People’s Health Movement started a global Right to Health campaign a few years ago and the last section of the report (Section E: Resistance, Action, Change) sets out a framework for using the right to health in organizing, movement building and advocacy.

“The Right to Health (RTH) approach is a critical conceptual perspective, as well as a practical framework which can help to develop health movement actions. Combined with complementary approaches, it offers us concrete direction and strategies to wage struggles and campaigns (from local to global levels); it provides a framework to critique existing health-related policies; and it offers a vision to help shape alternative, people-centred health systems and social services.”
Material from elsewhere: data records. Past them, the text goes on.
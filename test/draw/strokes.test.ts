import { contours as d3contours } from 'd3-contour';
import { OrthographicCamera, PerspectiveCamera } from 'three';
import { describe, expect, test } from 'vitest';
import { NEUTRALS, packed, toBytes } from '../../src/draw/colour.ts';
import { contours } from '../../src/draw/contour.ts';
import { displayList, imageStroke } from '../../src/draw/display.ts';
import { boxEdges, crossings, maskOutline, wire } from '../../src/draw/furniture.ts';
import { GHOST, Pen } from '../../src/draw/pen.ts';
import { Picture } from '../../src/draw/picture.ts';
import { projectionOf } from '../../src/draw/projection.ts';
import { type Plane, planeOfSamples, type Stroke } from '../../src/draw/scene.ts';
import { Surface } from '../../src/draw/surface.ts';
import { Chance, paneOf, SCALE, sceneOf } from './random.ts';

const BLACK = packed('#000000');
const WHITE = packed('#ffffff');

/** Ink laid down: sum over pixels of the darkness, 0…1 each. */
const inkOf = (surface: Surface) => surface.pixels.reduce((sum, pixel) => sum + 1 - toBytes(pixel)[0] / 255, 0);

function drawn(segments: readonly number[], width: number, ghost = 1, dash?: [number, number]): Surface {
  const surface = new Surface(120, 90);
  surface.clear(WHITE);
  const colours = new Uint32Array(segments.length / 3).fill(BLACK);
  const stroke = { segments: Float64Array.from(segments), colours, width, ghost, dash };
  new Pen(surface).stroke(stroke, { left: 0, right: 120, top: 0, bottom: 90 });
  return surface;
}

describe('strokes', () => {
  test('lay down their length times their width, and round ends', () => {
    const chance = new Chance(9);
    for (let n = 0; n < 50; n++) {
      const [x0, y0, x1, y1] = [0, 1, 2, 3].map((k) => chance.between(10, k % 2 ? 80 : 110)) as [
        number,
        number,
        number,
        number,
      ];
      const width = chance.between(1, 5);
      const length = Math.hypot(x1 - x0, y1 - y0);
      // the two half discs: ∫ coverage over r of a profile 1 up to w/2 − ½, 0 from w/2 + ½, is π(w²/4 + 1/12)
      const expected = length * width + Math.PI * (width ** 2 / 4 + 1 / 12);
      // pixels sample the profile at their centres: less than a hundredth for a slope of one a pixel, and blending truncates 1/256
      const ink = inkOf(drawn([x0, y0, 0, x1, y1, 0], width));
      expect(Math.abs(ink - expected)).toBeLessThan(0.02 * expected + 0.5);
    }
  });

  test('are no darker where their segments meet', () => {
    const [whole, halves] = [
      drawn([10, 40, 0, 90, 40, 0], 3, 1),
      drawn([10, 40, 0, 50, 40, 0, 50, 40, 0, 90, 40, 0], 3, 1),
    ];
    expect(halves.pixels).toEqual(whole.pixels);
  });

  test('dashes go on from segment to segment', () => {
    const broken: number[] = [];
    for (let n = 0; n < 16; n++) broken.push(10 + 5 * n, 40, 0, 15 + 5 * n, 40, 0);
    const [straight, pieces] = [drawn([10, 40, 0, 90, 40, 0], 2, 1, [7, 4]), drawn(broken, 2, 1, [7, 4])];
    expect(Math.abs(inkOf(pieces) - inkOf(straight))).toBeLessThan(1e-9 + 0.05 * inkOf(straight));
    // 80 pixels of 7 on, 4 off
    expect(Math.abs(inkOf(straight) / inkOf(drawn([10, 40, 0, 90, 40, 0], 2)) - 52 / 80)).toBeLessThan(0.05);
  });

  test('are cut at the near plane, not mirrored through the eye', () => {
    const camera = new PerspectiveCamera(60, 1, 0.1, 10);
    camera.position.set(0, 0, 1);
    camera.lookAt(0, 0, 0);
    camera.updateMatrixWorld();
    const projection = projectionOf(camera, { x: 0, y: 0, width: 100, height: 100 });
    const line: Stroke = { points: [0.05, 0.02, -1, 0.05, 0.02, 5], form: 'line', colour: BLACK, width: 1 };
    const { segments } = imageStroke(line, projection, 1);
    expect(segments[5]).toBeCloseTo(-1, 12);
    // both ends up and to the right of the middle, the cut one 20 times as far out: seen at 0.1 m instead of 2 m
    expect((segments[3]! - 50) / (segments[0]! - 50)).toBeCloseTo(20, 9);
    expect((segments[4]! - 50) / (segments[1]! - 50)).toBeCloseTo(20, 9);
    const behind: Stroke = { ...line, points: [0, 0, 2, 0, 0, 5] };
    expect(imageStroke(behind, projection, 1).segments).toHaveLength(0);
  });

  test('are faint behind a plane, whole before it and within it, however steep the view', () => {
    for (const degrees of [90, 60, 30, 10, 3]) {
      const camera = new OrthographicCamera(-1, 1, 1, -1, 0, 20);
      const angle = (degrees * Math.PI) / 180;
      camera.position.set(0, -5 * Math.cos(angle), 5 * Math.sin(angle));
      camera.lookAt(0, 0, 0);
      camera.updateMatrixWorld();
      const plane: Plane = {
        ...{ name: 'xy', origin: [-2, -2, 0], u: [4, 0, 0], v: [0, 4, 0], nu: 1, nv: 1, scale: SCALE },
        values: Float32Array.of(0),
      };
      const along = (z: number): Stroke => {
        const points = [-0.7, 0.11, z, 0.7, -0.13, z];
        return { points, form: 'line', colour: BLACK, width: 2 };
      };
      const ink = (strokes: Stroke[]) => {
        const picture = new Picture(200, 230);
        picture.draw(sceneOf({ ...paneOf(camera, [plane], 200, 230), strokes }));
        return inkOf(picture.surface);
      };
      const bare = ink([]);
      // two pixels or more off the plane, and all of it over the plane, where the view is steep
      const off = Math.min(0.2, 1.2 * Math.tan(angle));
      const [above, within, below] = [off, 0, -off].map((z) => ink([along(z)]) - bare);
      expect(within! / above!, `${degrees}°`).toBeGreaterThan(0.98);
      // blending truncates, and the faint parts more
      expect(Math.abs(below! / above! - GHOST), `${degrees}°`).toBeLessThan(0.05);
    }
  });
});

test('a stroke where two planes cross is seen all along, from every side', () => {
  const wall = (name: string, u: Plane['u']): Plane => ({
    ...{ name, origin: [-u[0], -u[1], -1], u: [2 * u[0], 2 * u[1], 0], v: [0, 0, 2], nu: 1, nv: 1, scale: SCALE },
    values: Float32Array.of(0),
  });
  const planes = [wall('xz', [1, 0, 0]), wall('yz', [0, 1, 0])];
  const strokes: Stroke[] = [{ points: [0, 0, -0.5, 0, 0, 0.5], form: 'line', colour: BLACK, width: 3 }];
  for (let n = 0; n < 24; n++)
    for (const height of [-3, -0.7, 0.4, 2]) {
      const camera = new PerspectiveCamera(30, 1, 0.1, 50);
      camera.up.set(0, 0, 1);
      camera.position.set(5 * Math.cos(0.26 * n + 0.05), 5 * Math.sin(0.26 * n + 0.05), height);
      camera.lookAt(0, 0, 0);
      camera.updateMatrixWorld();
      const black = (shown: readonly Plane[]) => {
        const picture = new Picture(200, 230);
        picture.draw(sceneOf({ ...paneOf(camera, shown, 200, 230), strokes }));
        return picture.surface.pixels.reduce((count, pixel) => count + (toBytes(pixel)[0] < 16 ? 1 : 0), 0);
      };
      expect(black(planes)).toBeGreaterThan(0.98 * black([]));
    }
});

describe('contours', () => {
  const plane = (nu: number, nv: number, f: (x: number, y: number) => number): Plane => {
    const values = Float32Array.from({ length: nu * nv }, (_, n) => f(n % nu, Math.floor(n / nu)));
    // so that positions are sample coordinates plus a half, as d3-contour has them
    return { name: 'xy', origin: [0, 0, 0], u: [nu, 0, 0], v: [0, nv, 0], nu, nv, values, scale: SCALE };
  };

  test('pass through the same points as those of d3-contour', () => {
    const wavy = plane(41, 37, (x, y) => Math.sin(x / 5) * Math.cos(y / 4) + 0.013 * x);
    for (const level of [-0.6, -0.1, 0.3, 0.7]) {
      const ours = contours(wavy, [level]);
      const points = new Set<string>();
      for (let n = 0; n < ours.length; n += 3) points.add(`${ours[n]!.toFixed(5)} ${ours[n + 1]!.toFixed(5)}`);
      const rings = d3contours().size([41, 37]).contour(Array.from(wavy.values), level).coordinates.flat(2);
      // its rings are closed along the border, outside the outermost samples
      const inside = rings.filter(([x, y]) => x! >= 0.5 && x! <= 40.5 && y! >= 0.5 && y! <= 36.5);
      const theirs = new Set(inside.map(([x, y]) => `${x!.toFixed(5)} ${y!.toFixed(5)}`));
      expect(points.size).toBeGreaterThan(30);
      expect([...points].sort()).toEqual([...theirs].sort());
    }
  });

  test('a circle has its own length and radius', () => {
    const round = plane(81, 81, (x, y) => Math.hypot(x - 40, y - 40));
    const segments = contours(round, [25]);
    let length = 0;
    for (let n = 0; n < segments.length; n += 6)
      length += Math.hypot(segments[n + 3]! - segments[n]!, segments[n + 4]! - segments[n + 1]!);
    // linear interpolation of a distance errs by 1/(8·25) of a cell; chords are shorter by (1/25)²/24
    expect(Math.abs(length / (2 * Math.PI * 25) - 1)).toBeLessThan(1 / 2000);
    for (let n = 0; n < segments.length; n += 3)
      expect(Math.abs(Math.hypot(segments[n]! - 40.5, segments[n + 1]! - 40.5) - 25)).toBeLessThan(1 / (8 * 24));
  });

  test('saddles are joined through their middle', () => {
    const saddle = (middle: number) => plane(2, 2, (x, y) => (x === y ? 1 + middle : -1 + middle));
    const corners = (segments: Float64Array) =>
      [0, 6].map(
        (n) => Math.sign(segments[n]! + segments[n + 3]! - 2) * Math.sign(segments[n + 1]! + segments[n + 4]! - 2),
      );
    // middle above zero: the low corners (1, 0) and (0, 1) are cut off, and the other way round
    expect(corners(contours(saddle(0.2), [0]))).toEqual([-1, -1]);
    expect(corners(contours(saddle(-0.2), [0]))).toEqual([1, 1]);
  });

  test('no line where a value is missing', () => {
    const holed = plane(3, 3, (x, y) => (x === 1 && y === 1 ? Number.NaN : x - 1));
    expect(contours(holed, [0.5])).toHaveLength(0);
  });
});

describe('furniture', () => {
  test('a box has twelve edges, four along each axis', () => {
    const { points } = boxEdges({ from: [0, 0, 0], to: [1, 2, 3] }, NEUTRALS.light);
    const lengths: number[] = [];
    for (let n = 0; n < points.length; n += 6)
      lengths.push(Math.hypot(...[0, 1, 2].map((k) => points[n + 3 + k]! - points[n + k]!)));
    expect(lengths.sort()).toEqual([1, 1, 1, 1, 2, 2, 2, 2, 3, 3, 3, 3]);
    expect(
      new Set(
        Array.from({ length: 24 }, (_, n) =>
          Array.from(points)
            .slice(3 * n, 3 * n + 3)
            .join(),
        ),
      ).size,
    ).toBe(8);
  });

  test('planes cross where both are', () => {
    const flat = (name: string, origin: Plane['origin'], u: Plane['u'], v: Plane['v']): Plane => ({
      ...{ name, origin, u, v, nu: 1, nv: 1, values: Float32Array.of(0), scale: SCALE },
    });
    const xy = flat('xy', [-1, -1, 0], [2, 0, 0], [0, 2, 0]);
    const xz = flat('xz', [-0.5, 0.25, -1], [3, 0, 0], [0, 0, 2]);
    const high = flat('high', [-1, -1, 3], [2, 0, 0], [0, 2, 0]);
    const points = Array.from(crossings([xy, xz, high], NEUTRALS.light).points);
    const ends = [points.slice(0, 3), points.slice(3, 6)].sort((one, other) => one[0]! - other[0]!);
    expect(points).toHaveLength(6);
    for (const k of [0, 1, 2]) {
      expect(ends[0]![k]).toBeCloseTo([-0.5, 0.25, 0][k]!, 12);
      expect(ends[1]![k]).toBeCloseTo([1, 0.25, 0][k]!, 12);
    }
  });

  test('the mask’s outline keeps its distance from the source', () => {
    const step = 0.01;
    const plane = planeOfSamples(
      'xz',
      [-0.295, 0.02, -0.295],
      [step, 0, 0],
      [0, 0, step],
      60,
      60,
      new Float32Array(3600),
      SCALE,
    );
    const { points } = maskOutline(plane, [[0, 0, -0.1, 0, 0, 0.1]], 0.08, BLACK);
    expect(points.length).toBeGreaterThan(100);
    for (let n = 0; n < points.length; n += 3) {
      const [x, y, z] = [points[n]!, points[n + 1]!, points[n + 2]!];
      const distance = Math.hypot(x, y, Math.max(0, Math.abs(z) - 0.1));
      // linear interpolation of a distance over a cell: h²/(8R)
      expect(Math.abs(distance - 0.08)).toBeLessThan((1.1 * step ** 2) / (8 * 0.07));
    }
  });

  test('a wire shows its current, set off by a wider stroke', () => {
    const [under, over] = wire([0, 0, 0, 0, 0, 1], [-1, 1], SCALE, 'light', NEUTRALS.light);
    expect(under!.width).toBeGreaterThan(over!.width);
    const [first, last] = Array.from(over!.colour as Uint32Array, (colour) => toBytes(colour));
    expect(first![2]).toBeGreaterThan(first![0]);
    expect(last![0]).toBeGreaterThan(last![2]);
  });
});

describe('labels', () => {
  const camera = new OrthographicCamera(-2, 2, 2, -2, 0, 20);
  camera.position.set(0, -5, 0);
  camera.up.set(0, 0, 1);
  camera.lookAt(0, 0, 0);
  camera.updateMatrixWorld();
  const plane: Plane = {
    ...{ name: 'xz', origin: [-1, 0, -1], u: [2, 0, 0], v: [0, 0, 2], nu: 1, nv: 1, scale: SCALE },
    values: Float32Array.of(0.3),
  };
  const pane = {
    ...paneOf(camera, [plane], 300, 300),
    title: 'Grid field',
    scale: SCALE,
    axes: { from: [-0.9, -0.9, -0.9], to: [0.9, 0.9, 0.9] } as const,
    markers: [
      { at: [0.3, -0.5, 0.2] as const, name: 'before', colour: BLACK },
      { at: [0.3, 0.5, -0.2] as const, name: 'behind', colour: BLACK },
    ],
  };
  const labels = new Picture(300, 300).draw(sceneOf(pane));
  const find = (text: string) => labels.find((label) => label.text === text);

  test('tell what is hidden', () => {
    expect(find('before')?.hidden).toBe(false);
    expect(find('behind')?.hidden).toBe(true);
  });

  test('name the pane, the ends of its scale and what it shows', () => {
    expect(find('Grid field')?.role).toBe('title');
    for (const text of ['−1', '1', 'Ez, V/m'])
      expect(labels.some((label) => label.role === 'scale' && label.text === text)).toBe(true);
  });

  test('give real lengths at the ticks', () => {
    expect(find('x, mm')).toBeDefined();
    const tick = find('500')!;
    // the view is 226 pixels high for 4 m, its middle at (150, 143)
    const tickOn = labels.filter((label) => label.role === 'tick' && label.text === '500');
    expect(tickOn.some(({ x }) => Math.abs(x - (150 + (0.5 * 226) / 4)) < 1e-6)).toBe(true);
    expect(tick.hidden).toBe(false);
  });

  test('a scene is projected to a list that holds all of it', () => {
    const [list] = displayList(sceneOf(pane), () => new Uint32Array(1));
    expect(list!.layers).toHaveLength(1);
    expect(list!.layers[0]!.facets).toHaveLength(1);
    expect(list!.markers).toHaveLength(2);
    expect(list!.bar?.rectangle.y).toBeGreaterThan(list!.view.y + list!.view.height);
  });
});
The report lists reasons for using a rights-based approach:

  • “The rights language has a strong universal appeal, and can enable large masses of people, beyond health professionals and activists, to relate to key health issues and to get involved.
  • The approach helps to directly empower individuals, communities and organisations, enabling them to demand specific outcomes.
  • The health rights approach focuses on functional outcomes, and measures all general policy declarations or system commitments in terms of what people actually receive in terms of real entitlements.
  • When the idiom of health rights pervades the overall discourse, health services become understood as important public goods, which should be universally accessible without conditions.
  • Once certain rights are obtained through struggle by a few groups, it can become a precedent for other groups to demand similar rights.
  • The approach strengthens the claims of the most disadvantaged and vulnerable sections of society, and helps to challenge discrimination while demanding certain entitlements.
  • Rights once granted cannot be easily reversed.
  • The rights approach talks in terms of obligations and violations, thus squarely placing the responsibility to deliver on the system.”

The report goes on to situate the right to health approach within the context of social movements, and lists the following features:

  • “It would be based on a vision of collective (along with individual) health rights, emphasising the rights of communities (such as people living in a village or an urban settlement) and hence should strongly promote community mobilisation.
  • It would be informed by a critical understanding of the health sector crisis, including the underlying political economy of the impact of neoliberal policies, weakening of public health systems, privatisation and their impact on health services.
  • It would not hesitate to identify and challenge the social and political barriers that block the fulfilment of health rights.
  • It would combine demands for the Right to Health Care and the Right to Health determinants as part of a holistic approach.
  • It would facilitate alliances of the health movement with other social movements.”